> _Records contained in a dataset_

:::::

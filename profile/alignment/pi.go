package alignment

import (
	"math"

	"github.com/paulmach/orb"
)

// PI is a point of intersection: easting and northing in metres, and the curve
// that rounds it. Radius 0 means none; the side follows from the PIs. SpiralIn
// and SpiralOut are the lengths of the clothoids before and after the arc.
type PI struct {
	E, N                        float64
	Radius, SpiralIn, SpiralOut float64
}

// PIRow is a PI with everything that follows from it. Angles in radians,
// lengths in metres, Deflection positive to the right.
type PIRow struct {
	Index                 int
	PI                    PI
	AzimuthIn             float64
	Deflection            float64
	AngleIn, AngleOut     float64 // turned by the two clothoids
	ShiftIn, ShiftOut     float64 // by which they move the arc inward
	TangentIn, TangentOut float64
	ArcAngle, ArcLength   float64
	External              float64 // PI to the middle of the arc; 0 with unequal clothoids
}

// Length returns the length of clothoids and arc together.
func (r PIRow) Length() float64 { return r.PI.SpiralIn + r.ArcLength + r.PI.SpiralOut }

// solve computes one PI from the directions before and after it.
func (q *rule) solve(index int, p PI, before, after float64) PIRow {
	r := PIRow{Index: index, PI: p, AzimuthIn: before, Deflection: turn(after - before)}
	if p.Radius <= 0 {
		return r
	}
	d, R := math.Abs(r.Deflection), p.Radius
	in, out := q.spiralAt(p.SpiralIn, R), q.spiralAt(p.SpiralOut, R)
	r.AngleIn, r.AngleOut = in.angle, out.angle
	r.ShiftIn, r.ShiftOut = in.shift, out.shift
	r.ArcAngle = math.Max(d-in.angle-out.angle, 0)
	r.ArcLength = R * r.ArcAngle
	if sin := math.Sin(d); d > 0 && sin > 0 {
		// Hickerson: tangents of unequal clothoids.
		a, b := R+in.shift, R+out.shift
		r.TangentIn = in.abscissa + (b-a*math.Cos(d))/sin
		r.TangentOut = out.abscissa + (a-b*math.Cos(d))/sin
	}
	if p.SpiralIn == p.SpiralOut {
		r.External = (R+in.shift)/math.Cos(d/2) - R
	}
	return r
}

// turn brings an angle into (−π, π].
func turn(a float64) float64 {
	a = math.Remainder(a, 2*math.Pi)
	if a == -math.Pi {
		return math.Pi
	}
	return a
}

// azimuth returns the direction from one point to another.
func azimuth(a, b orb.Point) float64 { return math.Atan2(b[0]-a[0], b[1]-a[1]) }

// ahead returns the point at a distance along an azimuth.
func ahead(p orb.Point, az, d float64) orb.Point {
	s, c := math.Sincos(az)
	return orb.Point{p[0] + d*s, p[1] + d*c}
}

:::::

> _What you will do_
Would you retype exactly the lines above, from the line with "r.TangentOut = out.abscissa" to the line with "if a == -math.Pi", with both end lines kept and nothing more?

> _Your response_
		r.TangentOut = out.abscissa + (a-b*math.Cos(d))/sin
	}
	if p.SpiralIn == p.SpiralOut {
		r.External = (R+in.shift)/math.Cos(d/2) - R
	}
	return r
}

// turn brings an angle into (−π, π].
func turn(a float64) float64 {
	a = math.Remainder(a, 2*math.Pi)
	if a == -math.Pi {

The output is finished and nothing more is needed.